**Records for the exercise**:
____________________

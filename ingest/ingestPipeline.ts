import type { Pool } from 'pg';
import type { Logger } from '../lib/log/logger';
import type { MessageHandler } from './messageHandler';
import { prepareConnections, rendered, rowsIn, writeInTransaction, type PreparedMessage, type WriteResult } from './storeWriter';

export interface PipelineOptions {
  pool: Pool;
  handler: MessageHandler;
  fleetTimeZone: string;
  log: Logger;
  /** Flush as soon as this many rows wait. */
  maxBatchRows?: number;
  /**
   * Flush at the latest this long after the first message of a batch
   * arrived, ms (default 2). Short: batches grow by themselves while both
   * flushes are busy, and a publisher with a window of unacknowledged QoS 1
   * messages waits this long more for every window it sends (20 ms cost the
   * ingest benchmark's live run about a fifth of its speed).
   */
  lingerMs?: number;
  /** Stop reading from the broker while this many rows wait (back-pressure). */
  highWaterRows?: number;
  /** Flushes that may run at once (each on its own connection). */
  concurrency?: number;
  /** Told about every committed flush (metrics). */
  onFlush?: (flush: FlushReport) => void;
}

export interface FlushReport {
  messages: number;
  rows: number;
  /** Time from BEGIN to COMMIT, seconds. */
  commitSeconds: number;
  result: WriteResult;
  /** Per message with records: commit time minus its newest record's `t`, seconds. */
  lagSeconds: number[];
}

/** Commit time minus the newest record time of each message, seconds. */
function lags(messages: PreparedMessage[], committedAt: number): number[] {
  const out: number[] = [];
  for (const m of messages) {
    const newest = m.batch && rendered(m.batch).newest;
    if (newest) out.push((committedAt - Date.parse(newest)) / 1000);
  }
  return out;
}

interface Waiting {
  message: PreparedMessage;
  rows: number;
  resolve: () => void;
  reject: (error: Error) => void;
}

export interface Submitted {
  /** Resolves when the message is committed (stored and/or quarantined). */
  committed: Promise<void>;
  /** Resolves when there is room for more messages. */
  ready: Promise<void>;
}

const RETRY_MIN_MS = 250;
const RETRY_MAX_MS = 30_000;

/**
 * A refusal of the data itself — PostgreSQL error classes 22 (data exception)
 * and 23 (integrity constraint violation): retrying the same rows cannot
 * help. Anything else (connection loss, shutdown, overload, a missing
 * relation) is retried with backoff, never quarantined: it is not the data's
 * fault, and quarantining valid records would lose them.
 */
function isDataRefusal(error: unknown): boolean {
  return /^2[23]/.test((error as { code?: string }).code ?? '');
}

const rowsOf = (m: PreparedMessage) => rowsIn(m.batch) + m.rejected.length;

/**
 * Batches messages into few transactions: messages wait in a buffer that is
 * written (COPY into staging, then INSERT … ON CONFLICT DO NOTHING) when it
 * holds `maxBatchRows` rows or `lingerMs` after its first message, with up
 * to `concurrency` flushes at once (with duplicates in flight at the same
 * time, the copy committed first is the one kept). While the database is away a flush is retried with backoff and
 * the buffer fills until `ready` holds the reader back. A flush that fails
 * for a reason a retry cannot cure is split into single messages, and a
 * message the store refuses on its own is quarantined as `store_rejected`.
 */
export class IngestPipeline {
  private buffer: Waiting[] = [];
  private bufferedRows = 0;
  private rowsInFlight = 0;
  /** Flushes in progress; up to `concurrency` run at once, on their own connections. */
  private readonly flushing = new Set<Promise<void>>();
  private lingerTimer?: NodeJS.Timeout;
  private readChain: Promise<unknown> = Promise.resolve();
  private roomWaiters: (() => void)[] = [];
  private stopping = false;
  private readonly maxBatchRows: number;
  private readonly lingerMs: number;
  private readonly highWaterRows: number;
  private readonly concurrency: number;

  constructor(private readonly options: PipelineOptions) {
    this.maxBatchRows = options.maxBatchRows ?? 20_000;
    this.lingerMs = options.lingerMs ?? 2;
    this.highWaterRows = options.highWaterRows ?? 60_000;
    this.concurrency = options.concurrency ?? 2;
  }

  /** Get the connections of the first flushes ready (best effort: a flush can do it itself). */
  async prepare(): Promise<void> {
    try {
      await prepareConnections(this.options.pool, this.concurrency);
    } catch (error) {
      this.options.log.warn(`could not prepare the store's connections ahead (${(error as Error).message}); the first flushes will`);
    }
  }

  get depth(): { messages: number; rows: number } {
    return { messages: this.buffer.length, rows: this.waitingRows() };
  }

  submit(topic: string, payload: Buffer, now = new Date()): Submitted {
    // Reads run one after another so a batch keeps arrival order ("first copy wins").
    const prepared = this.readChain.then(() => this.readWithRetry(topic, payload, now));
    // A failed read (database away during a vessel look-up) must not block the reads after it.
    this.readChain = prepared.catch(() => {});
    const committed = prepared.then(
      (message) =>
        new Promise<void>((resolve, reject) => {
          const rows = rowsOf(message);
          this.buffer.push({ message, rows, resolve, reject });
          this.bufferedRows += rows;
          this.schedule();
        }),
    );
    const ready = prepared.then(() => this.room());
    return { committed, ready };
  }

  /** A vessel look-up can meet a database that is away: retry it like a flush. */
  private async readWithRetry(topic: string, payload: Buffer, now: Date): Promise<PreparedMessage> {
    let wait = RETRY_MIN_MS;
    for (;;) {
      try {
        return await this.options.handler.read(topic, payload, now);
      } catch (error) {
        if (this.stopping) throw error;
        this.options.log.warn(`reading a message failed (${(error as Error).message}); retrying in ${wait} ms`);
        await new Promise((r) => setTimeout(r, wait));
        wait = Math.min(wait * 2, RETRY_MAX_MS);
      }
    }
  }

  /** Write everything still buffered; resolves when all of it is committed. */
  async drain(): Promise<void> {
    await this.readChain.catch(() => {});
    while (this.buffer.length > 0 || this.flushing.size > 0) {
      clearTimeout(this.lingerTimer);
      this.lingerTimer = undefined;
      while (this.buffer.length > 0 && this.flushing.size < this.concurrency) this.startFlush();
      await Promise.race(this.flushing);
    }
  }

  /** Stop retrying: what is still buffered is rejected (its messages stay unacknowledged). */
  abandon(): void {
    this.stopping = true;
    for (const w of this.buffer.splice(0)) w.reject(new Error('ingest stopped before this message was stored'));
    this.bufferedRows = this.rowsInFlight;
    this.wakeRoomWaiters();
  }

  private room(): Promise<void> {
    if (this.bufferedRows < this.highWaterRows) return Promise.resolve();
    return new Promise((resolve) => this.roomWaiters.push(resolve));
  }

  private wakeRoomWaiters() {
    if (this.bufferedRows >= this.highWaterRows && !this.stopping) return;
    for (const wake of this.roomWaiters.splice(0)) wake();
  }

  private schedule() {
    if (this.flushing.size >= this.concurrency || this.buffer.length === 0) return;
    if (this.waitingRows() >= this.maxBatchRows) {
      clearTimeout(this.lingerTimer);
      this.lingerTimer = undefined;
      this.startFlush();
    } else if (!this.lingerTimer) {
      this.lingerTimer = setTimeout(() => {
        this.lingerTimer = undefined;
        if (this.flushing.size < this.concurrency) this.startFlush();
      }, this.lingerMs);
    }
  }

  /** Rows buffered and not yet taken by a flush. */
  private waitingRows(): number {
    return this.bufferedRows - this.rowsInFlight;
  }

  private startFlush() {
    const batch: Waiting[] = [];
    let rows = 0;
    while (this.buffer.length > 0 && (batch.length === 0 || rows + this.buffer[0]!.rows <= this.maxBatchRows)) {
      const w = this.buffer.shift()!;
      batch.push(w);
      rows += w.rows;
    }
    if (batch.length === 0) return;
    this.rowsInFlight += rows;
    const flush: Promise<void> = this.flush(batch)
      .catch((error: Error) => {
        // flush() settles every message itself; this is the last line of defence.
        this.options.log.error(`a flush failed unexpectedly: ${error.message}`);
        for (const w of batch) w.reject(error);
      })
      .finally(() => {
        this.rowsInFlight -= rows;
        this.bufferedRows -= rows;
        this.flushing.delete(flush);
        this.wakeRoomWaiters();
        this.schedule();
      });
    this.flushing.add(flush);
  }

  private async flush(batch: Waiting[]): Promise<void> {
    let wait = RETRY_MIN_MS;
    for (;;) {
      try {
        await this.commit(batch.map((w) => w.message), batch.reduce((n, w) => n + w.rows, 0));
        for (const w of batch) w.resolve();
        return;
      } catch (error) {
        if (this.stopping) {
          for (const w of batch) w.reject(error as Error);
          return;
        }
        if (isDataRefusal(error)) return this.isolate(batch, error as Error);
        this.options.log.warn(`storing ${batch.length} message(s) failed (${(error as Error).message}); retrying in ${wait} ms`);
        await new Promise((r) => setTimeout(r, wait));
        wait = Math.min(wait * 2, RETRY_MAX_MS);
      }
    }
  }

  /** Write messages in one transaction, then count and report it. */
  private async commit(messages: PreparedMessage[], rows: number): Promise<void> {
    const started = performance.now();
    const result = await this.write(messages);
    const commitSeconds = (performance.now() - started) / 1000;
    this.options.handler.count(messages, result);
    const report = this.options.onFlush;
    report?.({ messages: messages.length, rows, commitSeconds, result, lagSeconds: lags(messages, Date.now()) });
  }

  /** Retry the messages one by one, so one the store refuses cannot hold up the rest. */
  private async isolate(batch: Waiting[], cause: Error): Promise<void> {
    this.options.log.warn(`a batch of ${batch.length} message(s) was refused (${cause.message}); storing them one by one`);
    for (const w of batch) {
      try {
        await this.commit([w.message], w.rows);
      } catch (error) {
        if (!isDataRefusal(error)) {
          // Not this message's fault (the database went away meanwhile): back to the retry path.
          await this.flush([w]);
          continue;
        }
        const refused = refusedMessage(w.message, error as Error);
        try {
          await this.commit([refused], rowsOf(refused));
        } catch (last) {
          // Not even the quarantine row could be written: leave the message
          // unacknowledged (the broker keeps it) and say so loudly.
          this.options.log.error(`a message from ${w.message.topic} could be neither stored nor quarantined: ${(last as Error).message}`);
          w.reject(last as Error);
          continue;
        }
      }
      w.resolve();
    }
  }

  private write(messages: PreparedMessage[]): Promise<WriteResult> {
    return writeInTransaction(this.options.pool, messages, this.options.fleetTimeZone);
  }
}

/** A message the store refused on its own: all of it goes to quarantine. */
function refusedMessage(message: PreparedMessage, error: Error): PreparedMessage {
  const topic = message.topic;
  return {
    topic,
    rejected: [
      ...message.rejected,
      ...(message.batch ? rendered(message.batch).records() : []).map((record, i) => ({
        reason: 'store_rejected' as const,
        detail: `records[${i}]: the store refused the message (${error.message})`,
        payload: record,
        topic,
        stream: message.batch!.stream,
      })),
    ],
  };
}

____________________

**Exercise aim**: Only the lines above starting at the one containing "own connections. */" and ending at the one containing "this.maxBatchRows = options.maxBatchRows", both included, are to be returned, exactly as they read.

**Task output**:
  /** Flushes in progress; up to `concurrency` run at once, on their own connections. */
  private readonly flushing = new Set<Promise<void>>();
  private lingerTimer?: NodeJS.Timeout;
  private readChain: Promise<unknown> = Promise.resolve();
  private roomWaiters: (() => void)[] = [];
  private stopping = false;
  private readonly maxBatchRows: number;
  private readonly lingerMs: number;
  private readonly highWaterRows: number;
  private readonly concurrency: number;

  constructor(private readonly options: PipelineOptions) {
    this.maxBatchRows = options.maxBatchRows ?? 20_000;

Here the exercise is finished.